| WHAT TO PRODUCE |
In the entries that follow, find the word "undefined" and report each line it is on.

(RECORDED DATA begins)

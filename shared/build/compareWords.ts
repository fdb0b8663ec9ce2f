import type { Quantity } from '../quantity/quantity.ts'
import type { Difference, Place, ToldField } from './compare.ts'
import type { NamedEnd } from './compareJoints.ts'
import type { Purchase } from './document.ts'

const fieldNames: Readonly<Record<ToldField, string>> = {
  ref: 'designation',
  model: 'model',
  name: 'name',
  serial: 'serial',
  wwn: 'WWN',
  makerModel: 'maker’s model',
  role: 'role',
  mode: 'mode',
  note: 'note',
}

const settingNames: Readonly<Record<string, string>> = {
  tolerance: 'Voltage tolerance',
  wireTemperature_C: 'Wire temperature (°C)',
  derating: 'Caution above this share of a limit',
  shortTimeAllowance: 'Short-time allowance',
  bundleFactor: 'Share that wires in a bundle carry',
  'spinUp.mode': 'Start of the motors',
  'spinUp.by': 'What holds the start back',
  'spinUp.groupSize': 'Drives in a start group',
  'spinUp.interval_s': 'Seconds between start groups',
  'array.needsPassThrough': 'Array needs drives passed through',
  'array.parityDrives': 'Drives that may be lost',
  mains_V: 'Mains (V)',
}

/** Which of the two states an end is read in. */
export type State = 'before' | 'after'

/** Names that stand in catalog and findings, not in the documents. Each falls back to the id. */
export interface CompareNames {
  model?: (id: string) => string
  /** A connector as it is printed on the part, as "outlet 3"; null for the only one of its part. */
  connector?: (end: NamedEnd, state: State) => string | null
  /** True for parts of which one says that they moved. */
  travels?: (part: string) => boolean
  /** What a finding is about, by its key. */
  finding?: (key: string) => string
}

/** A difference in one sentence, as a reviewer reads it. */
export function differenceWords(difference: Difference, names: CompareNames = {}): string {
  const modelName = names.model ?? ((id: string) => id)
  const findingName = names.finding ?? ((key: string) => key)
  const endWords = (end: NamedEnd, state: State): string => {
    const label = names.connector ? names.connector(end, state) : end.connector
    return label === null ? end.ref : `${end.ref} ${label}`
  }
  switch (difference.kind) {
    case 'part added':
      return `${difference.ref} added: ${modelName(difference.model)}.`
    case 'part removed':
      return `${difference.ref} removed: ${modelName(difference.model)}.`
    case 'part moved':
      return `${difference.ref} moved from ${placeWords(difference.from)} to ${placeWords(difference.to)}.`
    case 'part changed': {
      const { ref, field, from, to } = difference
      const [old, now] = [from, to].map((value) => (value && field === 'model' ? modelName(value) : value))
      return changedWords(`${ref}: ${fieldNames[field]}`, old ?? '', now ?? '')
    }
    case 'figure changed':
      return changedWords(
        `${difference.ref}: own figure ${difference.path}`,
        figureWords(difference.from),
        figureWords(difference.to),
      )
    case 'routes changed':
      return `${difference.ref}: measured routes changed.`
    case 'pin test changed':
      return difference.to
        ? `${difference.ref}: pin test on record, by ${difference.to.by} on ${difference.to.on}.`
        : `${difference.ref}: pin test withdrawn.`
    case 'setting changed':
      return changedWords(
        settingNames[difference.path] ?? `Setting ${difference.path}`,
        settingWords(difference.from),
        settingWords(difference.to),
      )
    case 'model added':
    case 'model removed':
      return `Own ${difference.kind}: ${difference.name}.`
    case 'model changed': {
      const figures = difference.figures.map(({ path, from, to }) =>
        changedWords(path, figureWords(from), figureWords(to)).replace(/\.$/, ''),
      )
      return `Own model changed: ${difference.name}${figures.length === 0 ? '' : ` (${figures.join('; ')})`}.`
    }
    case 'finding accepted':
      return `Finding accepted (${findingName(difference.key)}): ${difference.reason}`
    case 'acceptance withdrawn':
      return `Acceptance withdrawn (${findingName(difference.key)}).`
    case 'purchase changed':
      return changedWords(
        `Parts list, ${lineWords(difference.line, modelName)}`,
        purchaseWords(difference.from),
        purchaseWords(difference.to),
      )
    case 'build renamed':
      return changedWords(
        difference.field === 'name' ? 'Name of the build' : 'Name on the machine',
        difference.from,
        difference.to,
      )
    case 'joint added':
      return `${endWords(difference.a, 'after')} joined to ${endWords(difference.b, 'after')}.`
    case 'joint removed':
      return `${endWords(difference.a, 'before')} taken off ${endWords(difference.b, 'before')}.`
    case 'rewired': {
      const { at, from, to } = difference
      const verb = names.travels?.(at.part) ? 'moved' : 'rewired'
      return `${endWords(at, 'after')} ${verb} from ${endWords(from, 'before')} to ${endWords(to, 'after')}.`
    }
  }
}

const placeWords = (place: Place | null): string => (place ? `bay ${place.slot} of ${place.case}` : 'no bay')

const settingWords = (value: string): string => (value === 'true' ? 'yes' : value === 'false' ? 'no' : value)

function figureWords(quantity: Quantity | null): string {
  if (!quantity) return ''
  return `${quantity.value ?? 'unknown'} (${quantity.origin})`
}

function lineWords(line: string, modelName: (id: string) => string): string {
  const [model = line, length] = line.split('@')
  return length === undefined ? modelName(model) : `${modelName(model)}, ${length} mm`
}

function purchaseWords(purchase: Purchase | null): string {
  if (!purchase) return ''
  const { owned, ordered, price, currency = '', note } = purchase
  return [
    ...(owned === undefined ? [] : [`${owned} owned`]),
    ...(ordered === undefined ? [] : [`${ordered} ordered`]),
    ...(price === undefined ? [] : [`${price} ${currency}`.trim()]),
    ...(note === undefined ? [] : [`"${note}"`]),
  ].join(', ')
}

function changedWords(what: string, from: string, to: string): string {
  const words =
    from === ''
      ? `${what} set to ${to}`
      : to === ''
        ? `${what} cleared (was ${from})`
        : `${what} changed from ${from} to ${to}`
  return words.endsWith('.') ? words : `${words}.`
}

(RECORDED DATA ends)

| TASK RESPONSE |
  return length === undefined ? modelName(model) : `${modelName(model)}, ${length} mm`
    ...(owned === undefined ? [] : [`${owned} owned`]),
    ...(ordered === undefined ? [] : [`${ordered} ordered`]),
    ...(price === undefined ? [] : [`${price} ${currency}`.trim()]),
    ...(note === undefined ? [] : [`"${note}"`]),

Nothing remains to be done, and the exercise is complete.